Spatial data versioning experiences
The following list of article contain real world experiences about spatial data and versioning. If you know more, please contribute.
- Brent Owens: Having the history queryable is a huge bonus. Often I had to go back and find out what features were changed during a certain time frame. Or I had to use a snapshot of the dataset from a certain time. The versioning was built into our system so this was easy to do, and very useful; we just kept copies of each feature with a flag stating if it is the "current working version".
- Brent Owens: Deep histories (storing all history from every version) was also a great way to see how the data was changing over the years and for generating some statistics on how it was changing: "this many roads became paved this year."
That is, how do we perform versioning versioning operations, and eventually provide enough information to build a client using some form of checkout, with the WFS Transaction and GetFeature calls? Are these enough?
GetFeature call must be extended so that we can specify which branch/tag we want to checkout, eventually which revision, if we go for the svn revision model, or which date. GetFeature response should include at least revision and tag/branch information.
Transaction calls should be exdended to handle branch/tag and revision number so that we can check the modification is going over an up to date feature (do we need that? guess so, unless we go for a reserved checkout model leveraging lock calls?).
Transaction responses should be extended to provide conflict informations (and eventually new revision numbers if we go the svn model?).
The same goes for lock calls, we need to specify what we do want to lock (at least the branch/tag, not sure we may want to lock a specific revision).
Most of the above requirements, beside the extended answers, come as natural if branch and revision are included in the feature type as extra attributes. We need those in order to build a checkout, but also to check for conflicts during transactional updates. As Jody suggested, the ranges of revision numbers could be provided thru a DescribeFeatureType call, using a "choice" construct.

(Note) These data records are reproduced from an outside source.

/**
 * Packs one group into its directory, which the caller has removed (a rerun starts clean, and a group
 * linked from the cache finds no stale files). Returns once every record is packed, counted and fed
 * to the analyses, with `written`: the group's last shards and its ledger going to disk. So a task
 * packs its next group while this one's files are written (they are most of a group's bytes: a
 * group of 32 MB of text fills about one shard), instead of waiting with a core idle.
 */
export async function packGroup(env: TaskEnv, group: PackGroup, o: PackGroupOptions): Promise<{ written: Promise<GroupResult> }> {
  const { p, plan } = env;
  const { config } = p;
  const work = plan.workDir;
  const dir = groupDir(work, env.phase.name, group.g);
  await mkdir(dir, { recursive: true });
  const ledger = new Ledger(join(dir, "ledger.jsonl.gz"), join(dir, "quarantine.jsonl"));
  const pack = o.out.pack;
  const prefix = `${String(group.g).padStart(5, "0")}-`;
  const writers = new Map<string, { writer: ShardWriter; packer: Packer }>();
  const writerFor = (split: string) => {
    let w = writers.get(split);
    if (!w) {
      const writer = new ShardWriter({ outDir: dir, split, length: pack.length, shardBlocks: config.output.shard_blocks, tokenDtype: o.out.tokenDtype, segmentDtype: o.out.segmentDtype, emit: pack.emit as Emit[], prefix, origins: true });
      const packer = createPacker(pack, o.out.eosId, (t, s, pieces) => writer.addRow(t, s, pieces), { seed: config.seed, split, group: group.g });
      writers.set(split, (w = { writer, packer }));
    }
    return w;
  };
  const talks = new Map<string, ConversationTally>();
  const talkFor = (split: string) => {
    let t = talks.get(split);
    if (!t) talks.set(split, (t = new ConversationTally(o.out.roles ?? [])));
    return t;
  };
  const weights = new Map(config.sources.map((s) => [s.name, s.weight]));
  // With a mixture, a train record's copies come from the plan made of every unit's token figures.
  const mixture = await mixtureOf(env);
  const bySource = new Map((mixture?.sources ?? []).map((s) => [s.source, s]));
  // A train record's whole copies, and the tokens of its part copy (a mixture's one record per source whose copy is cut), from one draw.
  const trainCopies = (r: DocRecord): { whole: number; part: number } => {
    const m = bySource.get(r.source);
    if (m) {
      const rank = mixtureRank(r.source, r.id, config.seed);
      return { whole: mixtureCopies(m, rank), part: partOf(m, rank) };
    }
    const w = weights.get(r.source) ?? 1;
    return { whole: w === 1 ? 1 : copiesFor(w, `${r.source}\u0000${r.id}`, config.seed), part: 0 };
  };
  const idsDirs = o.ids === undefined ? undefined : keyedDirs(env, o.ids);
  // The MinHash dedup stage's signatures, for the near-duplicate figure when no later stage changes a text.
  const signing = o.analyses.length > 0 ? signingStage(config) : undefined;
  let signaturesTaken = 0;
  const signatures = signing === undefined ? undefined : { dirs: keyedDirs(env, signing), k: (config.stages[signing].options as MinhashOptions).permutations };
  // The collectors of the unit being read: none when its piece was kept in the cache.
  let feeds: Awaited<ReturnType<typeof collectUnit>>[] = [];
  let piecesReused = 0;
  const k = env.phase.index;
  // A share of a large file's rows: the rest of its units' rows are other groups'.
  const span = group.rows;
  const mine = (i: number) => !span || (i >= span.from && i < span.to);
  // The current unit's signatures (an open file), closed before the next unit's are opened.
  let signed: UnitSignatures | undefined;
  try {
    for (const [j, u] of group.units.entries()) {
      const fix = unitFixes(env)[u];
      const repeated = idsDirs ? await idsDirs.decisions(u) : undefined;
      const piece = o.pieces.first + j;
      const collect = o.analyses.length > 0 && !(await o.pieces.restore(u, piece));
      if (o.analyses.length > 0 && !collect) piecesReused++;
      for (const a of collect ? o.analyses : []) feeds.push(await collectUnit(a.dirs, a.collectors, piece));
      signed = collect && signatures ? await UnitSignatures.open(signatures.dirs, u, signatures.k) : undefined;
      const fates: Fate[] = [];
      let truncated: TruncatedFile | undefined;
      for await (const e of readEvents(unitsFile(work, "read", u), { records: false })) {
        if (e.k === "end" && e.truncated && (!span || span.last)) {
          // Rows read count the whole file's: a later part of a file follows its earlier parts' rows.
          const unit = env.units[u];
          truncated = { source: unit.source.name, file: unit.path, ...e.truncated, rows_read: e.truncated.rows_read + fix.rows };
        } else if (e.k === "bad") {
          if (mine(e.i + fix.rows)) fates.push({ i: e.i + fix.rows, bad: { ...e.entry, line: e.entry.line + fix.lines } });
        } else if (e.k === "drop") {
          const d = dropOf(e);
          fixFromRead(env, u, d.r);
          if (mine(d.r.seq)) fates.push({ i: d.r.seq, drop: d });
        }
      }
      for (const ph of plan.phases.slice(1, k)) {
        if (ph.does.kind === "read" || !materializes(ph)) continue;
        for await (const e of readEvents(dropsFile(work, ph.name, u), { records: false })) if (e.k === "drop" && mine(e.i)) fates.push({ i: e.i, drop: dropOf(e) });
      }
      // Drops made while reading (decisions applied now), in row order as the records come.
      const late: Fate[] = [];
      const ctx: StageContext = { seed: config.seed, log: env.log, workDir: dir, addOutputFile: () => {}, count: o.count, drop: (r, reason, detail) => late.push({ i: r.seq, drop: { r, reason, detail } }) };
      const records = recordsBefore(env, k, u, ctx, { text: collect ? textUse(o.analyses.map((a) => a.steps.usesText)) : false, ...(span ? { rows: span } : {}) });
      const emit = async (f: Fate | { i: number; rec: DocRecord }) => {
        if ("rec" in f || f.drop) {
          const r = "rec" in f ? f.rec : f.drop!.r;
          const first = repeated?.get(r.seq - fix.rows);
          if (first !== undefined) {
            // Worded as the reader words a repeat within its unit when the first is in the same file (an earlier part of it), so the ledger does not depend on unit_mb.
            const sameFile = typeof first === "number" && env.units[first]?.path === env.units[u].path;
            await ledger.quarantined({ source: r.source, file: r.origin.file, line: r.origin.line, error: `duplicate id "${r.id}"${sameFile ? "" : " (also in an earlier file of the source)"}` });
            return;
          }
          if ("rec" in f) await keep(f.rec);
          else ledger.dropped(r, f.drop!.reason, f.drop!.detail);
        } else await ledger.quarantined(f.bad!);
        await ledger.flush();
      };
      const keep = async (r: DocRecord) => {
        const split = r.split ?? "train";
        // Repetition serves the training mixture only; held-out text is seen once.
        const { whole: n, part } = split === "train" ? trainCopies(r) : { whole: 1, part: 0 };
        crashPoint("records");
        if (n === 0 && part === 0) {
          // A mixture's share below the source's tokens leaves this record out of train (README, Mixtures).
          ledger.dropped(r, "subsampled", { share: +bySource.get(r.source)!.share.toFixed(6) });
          return;
        }
        const fit = r.chat ? conversationFit(r, pack) : undefined;
        if (fit?.drop) {
          ledger.dropped(r, fit.drop, { tokens: r.tokens!.length, length: pack.length });
          writerFor(split);
          talkFor(split).dropped();
          return;
        }
        ledger.kept(r, { ...(n !== 1 ? { copies: n } : {}), ...(part > 0 ? { part_tokens: part } : {}) });
        const { writer, packer } = writerFor(split);
        if (r.chat) talkFor(split).packed(r.chat, r.tokens!.length, fit!.cut);
        // Each piece's origin (as the ledger names the record) goes with it into the shard's origins index;
        // a conversation's also carries its layout, from which the shard writer masks the untrained tokens.
        const origin = { source: r.source, id: r.id, file: r.origin.file, line: r.origin.line, ...(r.chat ? { chat: r.chat } : {}) };
        for (let c = 0; c < n; c++) packer.add(r.tokens!, c === 0 ? origin : { ...origin, copy: c }, fit?.edges);
        // A mixture's part copy: the record's first tokens, as its last copy (README, Mixtures); a
        // conversation's is cut at turn edges where they keep its pieces within a block.
        if (part > 0) packer.add(r.tokens!.subarray(0, part), { ...origin, ...(n > 0 ? { copy: n } : {}), part }, fit?.edges && longestUncut(r.chat!, part) <= pack.length ? { ...fit.edges, at: fit.edges.at.filter((e) => e < part) } : undefined);
        const signature = signed && (await signed.find(r));
        if (signature) {
          giveSignature(r, signature);
          signaturesTaken++;
        }
        for (const f of feeds) await f.add(r);
        if (writer.pending > 0) await writer.writePending();
      };
      fates.sort((a, b) => a.i - b.i);
      let at = 0;
      for await (const r of records) {
        while (at < fates.length && fates[at].i < r.seq) await emit(fates[at++]);
        while (late.length > 0 && late[0].i < r.seq) await emit(late.shift()!);
        await emit({ i: r.seq, rec: r });
      }
      const rest = [...fates.slice(at), ...late].sort((a, b) => a.i - b.i);
      for (const f of rest) await emit(f);
      if (truncated) {
        // After the file's last row; the source accepted the loss (the read phase fails otherwise), so it is a warning.
        ledger.truncated(truncated);
        await ledger.flush();
        env.log.warn({ source: truncated.source, file: truncated.file, rows_read: truncated.rows_read, rows_lost: truncated.rows_lost, bytes_read: truncated.bytes_read, size: truncated.size }, `source "${truncated.source}": ${truncated.file} is truncated (${truncated.error}) after ${truncated.rows_read} rows; built from what could be read (accept_truncated)`);
      }
      await signed?.close();
      signed = undefined;
      for (const f of feeds) await f.finish();
      feeds = [];
      if (collect) await o.pieces.save(u, piece);
    }
  } catch (err) {
    await signed?.close().catch(() => {});
    for (const f of feeds) await f.abort();
    throw err;
  }
  // The splits' last shards are written (and synced) together, with the ledger's end.
  const written = async (): Promise<GroupResult> => {
    const ends: Promise<void>[] = [];
    for (const { writer, packer } of writers.values()) {
      packer.finish();
      ends.push(
        writer.finish().then(() => {
          Object.assign(writer.stats, packer.stats);
          // A conversation cut where a turn not trained on starts loses no target there.
          writer.stats.targets_lost_to_cuts -= writer.untrainedCutStarts;
        }),
      );
    }
    for (const [split, t] of talks) writers.get(split)!.writer.stats.conversations = t.s;
    ends.push(ledger.close());
    const failed = (await Promise.allSettled(ends)).find((r) => r.status === "rejected");
    if (failed) throw (failed as PromiseRejectedResult).reason;
    const result: GroupResult = {
      counts: ledger.counts,
      splits: Object.fromEntries([...writers].map(([s, w]) => [s, w.writer.stats])),
      files: [...writers.values()].flatMap((w) => w.writer.files),
    };
    await writeFile(join(dir, "group.json"), JSON.stringify(result) + "\n");
    env.log.debug({ group: group.g, units: group.units.length, ...(o.analyses.length > 0 ? { pieces_reused: piecesReused } : {}), ...(signatures ? { signatures_taken: signaturesTaken } : {}) }, "group packed");
    return result;
  };
  return { written: written() };
}
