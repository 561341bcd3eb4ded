package ingest_test

import (
	"encoding/binary"
	"encoding/json"
	"errors"
	"path/filepath"
	"reflect"
	"strings"
	"testing"
	"time"

	"github.com/nats-io/nats.go"

	"driftfit/alert"
	"driftfit/ingest"
	"driftfit/store"
)

// calibrationRequest sends body as a calibration of id and returns the
// service's reply. A service just (re)started may not subscribe yet
// (the stream it waits for outlives it): no responders is tried again
// for up to 10 s.
func calibrationRequest(t *testing.T, nc *nats.Conn, id, body string) ingest.CalibrationReply {
	t.Helper()
	var m *nats.Msg
	var err error
	for deadline := time.Now().Add(10 * time.Second); ; time.Sleep(10 * time.Millisecond) {
		m, err = nc.Request("driftfit.calibrations."+id, []byte(body), 10*time.Second)
		if !errors.Is(err, nats.ErrNoResponders) || time.Now().After(deadline) {
			break
		}
	}
	if err != nil {
		t.Fatalf("calibration %s %s: %v", id, body, err)
	}
	var ans ingest.CalibrationReply
	if err := json.Unmarshal(m.Data, &ans); err != nil {
		t.Fatalf("calibration %s %s: reply %q: %v", id, body, m.Data, err)
	}
	return ans
}

// mustCalibrate is calibrationRequest that fails the test unless the
// reply is ok with a record.
func mustCalibrate(t *testing.T, nc *nats.Conn, id, body string) ingest.CalibrationRecord {
	t.Helper()
	ans := calibrationRequest(t, nc, id, body)
	if !ans.OK || ans.Record == nil {
		t.Fatalf("calibration %s %s: reply %+v, want ok with a record", id, body, ans)
	}
	return *ans.Record
}

// storedCalibrations returns the records of id in the file.
func storedCalibrations(t *testing.T, db *store.DB, id string) []ingest.CalibrationRecord {
	t.Helper()
	var out []ingest.CalibrationRecord
	err := db.Calibrations(id, func(_ string, _ uint64, data []byte) error {
		r, err := ingest.DecodeCalibrationRecord(data)
		out = append(out, r)
		return err
	})
	if err != nil {
		t.Fatal(err)
	}
	return out
}

// storedTicket returns the ticket id as stored.
func storedTicket(t *testing.T, db *store.DB, id string) alert.Ticket {
	t.Helper()
	var tk alert.Ticket
	found := false
	err := db.Tickets(func(k string, data []byte) error {
		if k == id {
			found = true
			return json.Unmarshal(data, &tk)
		}
		return nil
	})
	if err != nil || !found {
		t.Fatalf("ticket %s: found %v, %v", id, found, err)
	}
	return tk
}

// storedCentre returns the centre of the tolerance band in the sensor's
// stored alert state: the state is the tracker's encoding after a
// uvarint count of (uvarint span, uvarint pane, varint time) marks.
func storedCentre(t *testing.T, db *store.DB, id string, r alert.Rule) float64 {
	t.Helper()
	var state []byte
	_ = db.AlertStates(func(k string, v []byte) error {
		if k == id {
			state = append([]byte(nil), v...)
		}
		return nil
	})
	n, k := binary.Uvarint(state)
	state = state[k:]
	for range n {
		for _, signed := range []bool{false, false, true} {
			if signed {
				_, k = binary.Varint(state)
			} else {
				_, k = binary.Uvarint(state)
			}
			state = state[k:]
		}
	}
	tr, err := alert.NewTracker(id, r)
	if err != nil {
		t.Fatal(err)
	}
	if err := tr.UnmarshalBinary(state); err != nil {
		t.Fatal(err)
	}
	v, ok := tr.AsLeft()
	if !ok {
		t.Fatalf("sensor %s: stored state has no centre", id)
	}
	return v
}

// TestService_VoidCalibration records a calibration that closes a
// ticket, voids it, and checks what the reply promises is in the file
// when it comes: the record marked voided, the ticket reopened with its
// amendment and published again under an id of its own, the centre back
// to the one before, and readings older than the voided calibration
// taken again. Mistaken voids are refused, naming the calibration. A
// second calibration dated before the voided one is taken, and after a
// restart of the service it is corrected.
func TestService_VoidCalibration(t *testing.T) {
	dir := t.TempDir()
	ns := natsServer(t, filepath.Join(dir, "nats"), 0)
	defer ns.Shutdown()
	rule := ptRule(5, 1)
	h := startAlertService(t, ns.ClientURL(), dir, rule, "", nil)
	tickets, err := h.nc.SubscribeSync("driftfit.tickets")
	if err != nil {
		t.Fatal(err)
	}
	rejected, err := h.nc.SubscribeSync("driftfit.rejected")
	if err != nil {
		t.Fatal(err)
	}
	if err := h.nc.Flush(); err != nil {
		t.Fatal(err)
	}
	js, err := h.nc.JetStream()
	if err != nil {
		t.Fatal(err)
	}
	id := "qm.u1.steam.pt-102"
	t0 := time.Date(2026, 9, 1, 0, 0, 0, 0, time.UTC)
	publishDrift(t, js, id, t0)
	m, err := tickets.NextMsg(20 * time.Second)
	if err != nil {
		t.Fatalf("no ticket: %v", err)
	}
	var opened alert.Ticket
	if err := json.Unmarshal(m.Data, &opened); err != nil {
		t.Fatal(err)
	}
	msgIDs := map[string]bool{m.Header.Get(nats.MsgIdHdr): true}
	waitFor(t, "the readings applied", func() bool { return h.svc.Stats().Applied == 24*6 })
	centre := storedCentre(t, h.db, id, rule) // the level of the first judged fit: the rule has no as_left

	tc := t0.Add(24 * 6 * time.Hour)
	rec := mustCalibrate(t, h.nc, id, `{"t": "`+tc.Format(time.RFC3339)+`", "as_found": 511.9, "as_left": 500.1}`)
	if rec.Seq != 1 || rec.Status != ingest.CalibrationRecorded || !rec.Time.Equal(tc) || !reflect.DeepEqual(rec.Closed, []string{opened.ID}) {
		t.Fatalf("calibration record %+v, want number 1 at %v closing %s", rec, tc, opened.ID)
	}
	closed := storedTicket(t, h.db, opened.ID)
	publishJS(t, js, id, tc.Add(-30*time.Minute), 512)
	if r, err := rejected.NextMsg(10 * time.Second); err != nil || r.Header.Get(ingest.HeaderReason) != "too_old" {
		t.Fatalf("reading before the calibration: dead letter %v, %v; want too_old", r, err)
	}

	// A void with a value, or of a calibration that is not there, is
	// refused and changes nothing.
	for _, c := range []struct{ id, body, want string }{
		{id, `{"void": 1, "as_left": 3}`, "as_left 3: not taken with void"},
		{id, `{"void": 4}`, `calibration 4 of sensor "qm.u1.steam.pt-102": none recorded: its calibrations are numbered 1 to 1`},
		{"qm.u1.steam.pt-1o2", `{"void": 1}`, `calibration 1 of sensor "qm.u1.steam.pt-1o2": none recorded: the service holds no state`},
		{id, `{"void": 1, "correct": 1}`, "give one"},
		{id, `{"as_found": 1, "as_left": 1, "reason": "why"}`, `reason "why": taken only with void or correct`},
		{id, `{"as_left": 1}`, "as_found: missing"},
		{id, `{"void": 1, "reason": "bell\u0007"}`, "not printable"},
	} {
		if ans := calibrationRequest(t, h.nc, c.id, c.body); ans.OK || !strings.Contains(ans.Error, c.want) {
			t.Errorf("calibration %s %s: reply %+v, want an error with %q", c.id, c.body, ans, c.want)
		}
	}

	reason := "recorded against the wrong transmitter"
	v := mustCalibrate(t, h.nc, id, `{"void": 1, "reason": "`+reason+`"}`)
	if v.Seq != 1 || v.Status != ingest.CalibrationVoided || v.Reason != reason || v.Changed.IsZero() || !reflect.DeepEqual(v.Reopened, []string{opened.ID}) {
		t.Fatalf("void reply record %+v, want number 1 voided, ticket %s reopened", v, opened.ID)
	}
	// In the file when the reply came.
	if got := storedCalibrations(t, h.db, id); len(got) != 1 || !reflect.DeepEqual(got[0], v) {
		t.Errorf("stored records %+v, want the voided one", got)
	}
	re := storedTicket(t, h.db, opened.ID)
	if re.Calibration != nil || re.Revision != closed.Revision+1 || len(re.Amendments) != 1 ||
		re.Amendments[0].Action != alert.AmendVoided || re.Amendments[0].Reason != reason || re.Amendments[0].Calibration != *closed.Calibration {
		t.Errorf("stored ticket after the void %+v, want it open again, one revision on, with the void", re)
	}
	if c := storedCentre(t, h.db, id, rule); c != centre {
		t.Errorf("centre after the void %v, want %v as before the calibration (not its as-left 500.1)", c, centre)
	}
	if ans := calibrationRequest(t, h.nc, id, `{"void": 1}`); ans.OK || !strings.Contains(ans.Error, "already voided at") {
		t.Errorf("second void: reply %+v, want already voided", ans)
	}
	// The voided calibration's cutoff is gone: an older reading is taken
	// now (the one refused before is not brought back).
	applied := h.svc.Stats().Applied
	publishJS(t, js, id, tc.Add(-20*time.Minute), 512)
	waitFor(t, "a reading before the voided calibration applied", func() bool { return h.svc.Stats().Applied == applied+1 })
	// Every version of the ticket went out under an id of its own:
	// opened, revisions, closed, reopened.
	var reopenedOnBus bool
	collect := func(until func(alert.Ticket) bool) {
		t.Helper()
		for {
			m, err := tickets.NextMsg(10 * time.Second)
			if err != nil {
				t.Fatalf("ticket versions on the bus: %v", err)
			}
			var tk alert.Ticket
			if err := json.Unmarshal(m.Data, &tk); err != nil {
				t.Fatal(err)
			}
			mid := m.Header.Get(nats.MsgIdHdr)
			if msgIDs[mid] {
				t.Errorf("ticket revision %d published under a repeated id %q", tk.Revision, mid)
			}
			msgIDs[mid] = true
			if until(tk) {
				return
			}
		}
	}
	collect(func(tk alert.Ticket) bool {
		reopenedOnBus = tk.Calibration == nil && len(tk.Amendments) == 1
		return reopenedOnBus
	})

	// A calibration dated before the voided one is taken and closes the
	// reopened ticket.
	tc2 := tc.Add(-10 * time.Minute)
	rec2 := mustCalibrate(t, h.nc, id, `{"t": "`+tc2.Format(time.RFC3339)+`", "as_found": 511.5, "as_left": 500}`)
	if rec2.Seq != 2 || !reflect.DeepEqual(rec2.Closed, []string{opened.ID}) {
		t.Fatalf("calibration after the void %+v, want number 2 closing %s", rec2, opened.ID)
	}
	collect(func(tk alert.Ticket) bool { return tk.Calibration != nil && tk.Calibration.AsFound == 511.5 })

	// The records hold across a restart: correct number 2.
	h.stop()
	h = startAlertService(t, ns.ClientURL(), dir, rule, "", nil)
	fixReason := "as-left misread"
	c := mustCalibrate(t, h.nc, id, `{"correct": 2, "as_found": 511.5, "as_left": 500.2, "reason": "`+fixReason+`"}`)
	if c.Seq != 3 || c.Corrects != 2 || !c.Time.Equal(tc2) || c.AsLeft != 500.2 || !reflect.DeepEqual(c.Closed, []string{opened.ID}) {
		t.Fatalf("correction %+v, want number 3 correcting 2, its time %v kept, as-left 500.2", c, tc2)
	}
	got := storedCalibrations(t, h.db, id)
	if len(got) != 3 || got[0].Status != ingest.CalibrationVoided || got[1].Status != ingest.CalibrationCorrected ||
		got[1].CorrectedBy != 3 || got[1].Reason != fixReason || got[1].AsLeft != 500 || !reflect.DeepEqual(got[2], c) {
		t.Errorf("stored records %+v, want 1 voided, 2 corrected by 3, 3 in force", got)
	}
	tk := storedTicket(t, h.db, opened.ID)
	if tk.Calibration == nil || tk.Calibration.AsLeft != 500.2 || len(tk.Amendments) != 2 || tk.Amendments[1].Action != alert.AmendCorrected ||
		tk.Amendments[1].Calibration.AsLeft != 500 || tk.Revision != closed.Revision+2 {
		t.Errorf("stored ticket after the correction %+v, want closed by the correction with two amendments", tk)
	}
	if c := storedCentre(t, h.db, id, rule); c != 500.2 {
		t.Errorf("centre after the correction %v, want 500.2", c)
	}
	for _, body := range []string{`{"void": 2}`, `{"correct": 2, "as_found": 1, "as_left": 1}`} {
		if ans := calibrationRequest(t, h.nc, id, body); ans.OK || !strings.Contains(ans.Error, "already corrected at") || !strings.Contains(ans.Error, "by calibration 3") {
			t.Errorf("%s after the correction: reply %+v, want already corrected by 3", body, ans)
		}
	}
}

// TestService_CorrectCalibration_Time moves a calibration's time by
// corrections: later restarts the fits from the new time (a reading
// between the two is refused), earlier moves the cutoff back without a
// restart (a reading between the two is taken); a correction may not go
// before the calibration in force before it.
func TestService_CorrectCalibration_Time(t *testing.T) {
	dir := t.TempDir()
	ns := natsServer(t, filepath.Join(dir, "nats"), 0)
	defer ns.Shutdown()
	h := startAlertService(t, ns.ClientURL(), dir, ptRule(5, 1), "", nil)
	rejected, err := h.nc.SubscribeSync("driftfit.rejected")
	if err != nil {
		t.Fatal(err)
	}
	if err := h.nc.Flush(); err != nil {
		t.Fatal(err)
	}
	js, err := h.nc.JetStream()
	if err != nil {
		t.Fatal(err)
	}
	id := "qm.u2.feed.pt-201"
	t0 := time.Date(2026, 9, 1, 0, 0, 0, 0, time.UTC)
	applied := uint64(0)
	publish := func(at time.Time) {
		t.Helper()
		publishJS(t, js, id, at, 500)
	}
	taken := func(at time.Time) {
		t.Helper()
		publish(at)
		applied++
		waitFor(t, "the reading at "+at.Format(time.TimeOnly)+" applied", func() bool { return h.svc.Stats().Applied == applied })
	}
	refused := func(at time.Time) {
		t.Helper()
		publish(at)
		r, err := rejected.NextMsg(10 * time.Second)
		if err != nil || r.Header.Get(ingest.HeaderReason) != "too_old" {
			t.Fatalf("reading at %v: dead letter %v, %v; want too_old", at, r, err)
		}
	}
	for hr := range 10 {
		taken(t0.Add(time.Duration(hr) * time.Hour))
	}
	tc := t0.Add(10 * time.Hour)
	mustCalibrate(t, h.nc, id, `{"t": "`+tc.Format(time.RFC3339)+`", "as_found": 500.5, "as_left": 500}`)
	for hr := 1; hr <= 3; hr++ {
		taken(tc.Add(time.Duration(hr) * time.Hour))
	}
	// Later: the work was finished at 12:30, not 10:00.
	later := tc.Add(150 * time.Minute)
	c := mustCalibrate(t, h.nc, id, `{"correct": 1, "t": "`+later.Format(time.RFC3339)+`", "as_found": 500.5, "as_left": 500}`)
	if c.Seq != 2 || !c.Time.Equal(later) {
		t.Fatalf("correction to a later time %+v, want number 2 at %v", c, later)
	}
	refused(tc.Add(135 * time.Minute))
	taken(tc.Add(165 * time.Minute)) // the fits restarted: windows empty, so taken though older than 13:00
	// Earlier: 11:30 after all; no restart, the cutoff moves back.
	earlier := tc.Add(90 * time.Minute)
	mustCalibrate(t, h.nc, id, `{"correct": 2, "t": "`+earlier.Format(time.RFC3339)+`", "as_found": 500.5, "as_left": 500}`)
	taken(tc.Add(120 * time.Minute))
	refused(tc.Add(60 * time.Minute))
	// A new calibration at 14:00: its correction may not go before 11:30.
	mustCalibrate(t, h.nc, id, `{"t": "`+tc.Add(4*time.Hour).Format(time.RFC3339)+`", "as_found": 500.5, "as_left": 500}`)
	if ans := calibrationRequest(t, h.nc, id, `{"correct": 4, "t": "`+tc.Add(time.Hour).Format(time.RFC3339)+`", "as_found": 1, "as_left": 1}`); ans.OK ||
		!strings.Contains(ans.Error, "before the calibration in force before it") {
		t.Errorf("correction to before the previous calibration: reply %+v, want refused", ans)
	}
	if ans := calibrationRequest(t, h.nc, id, `{"correct": 3, "as_found": 1, "as_left": 1}`); ans.OK || !strings.Contains(ans.Error, "calibration 4 was recorded after it: void or correct 4 first") {
		t.Errorf("correction of a calibration followed by another: reply %+v, want refused", ans)
	}
	// Through the Go API: void 4, and 3 is in force again.
	if _, err := h.svc.VoidCalibration(t.Context(), id, 4, ""); err != nil {
		t.Fatal(err)
	}
	r, err := h.svc.CorrectCalibration(t.Context(), id, 3, alert.Calibration{AsFound: 500.6, AsLeft: 500}, "as-found rounded")
	if err != nil || r.Seq != 5 || r.Corrects != 3 || !r.Time.Equal(earlier) {
		t.Errorf("CorrectCalibration(3) = %+v, %v; want number 5 at %v", r, err, earlier)
	}

	// Dropped with serve stopped, the sensor starts afresh: its records
	// are kept, but none can be withdrawn into the fresh state.
	h.stop()
	db, err := store.Open(filepath.Join(dir, "state.db"), store.Options{NoSync: true})
	if err != nil {
		t.Fatal(err)
	}
	if _, err := db.DropSensor(id); err != nil {
		t.Fatal(err)
	}
	db.Close()
	h = startAlertService(t, ns.ClientURL(), dir, ptRule(5, 1), "", nil)
	if js, err = h.nc.JetStream(); err != nil {
		t.Fatal(err)
	}
	publishJS(t, js, id, tc.Add(5*time.Hour), 500)
	waitFor(t, "the dropped sensor's new reading applied", func() bool { return h.svc.Stats().Applied > 0 })
	_, err = h.svc.VoidCalibration(t.Context(), id, 5, "")
	var ref *ingest.CalibrationRefError
	if !errors.As(err, &ref) || !errors.Is(err, ingest.ErrNotInForce) || !strings.Contains(err.Error(), "no longer holds it") {
		t.Errorf("void after drop-sensor: %v, want ErrNotInForce: the state no longer holds it", err)
	}
	if got := storedCalibrations(t, h.db, id); len(got) != 5 {
		t.Errorf("%d records after drop-sensor, want the 5 kept", len(got))
	}
}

An alternative could be to have a separate WFS server (different getCapabilities addresses) for each branch of the server. This implies a vision of versioning that spans the entire server. The main drawback I see is that this way the versioning handling seems to be locked to a specific datastore, or to an extension that can perform versioning independent of the datastore. Moreover, it apparently implies that all feature types server by the server are versioned.
Versioning at the datastore level allows to have a single server with multiple and separate versioned sets of feature type, along with non versioned types as well. Versioning at the WFS level seems to deny it.
Plus, depending on the implementation, it may be hard to add versioning on top of a data store that does not support it on its own, the implications would be that:
- the original data set has to stay unchanged, so it cannot be served as is beyond GetFeatures. It also seems to me more common to have people ask for the last version or a specific tag.
- if versioned operations go on for enough time, most of the data volume is in version tables, so I guess it may be just sensible to start by putting the shapefile or whatever the format is in the versioned datastore itself.
Scope and scheduling
Versioning will be implemented in two distinct phases:
- basic versioning support: attribution, versions, rollback, possibly checkout support. No branches, no tags. Just get on par with OpenStreetMap functionality.
- enterprise versioning support: add branches and tags, merges and eventually checkout support should it have been excluded from the first phase due to time constraints.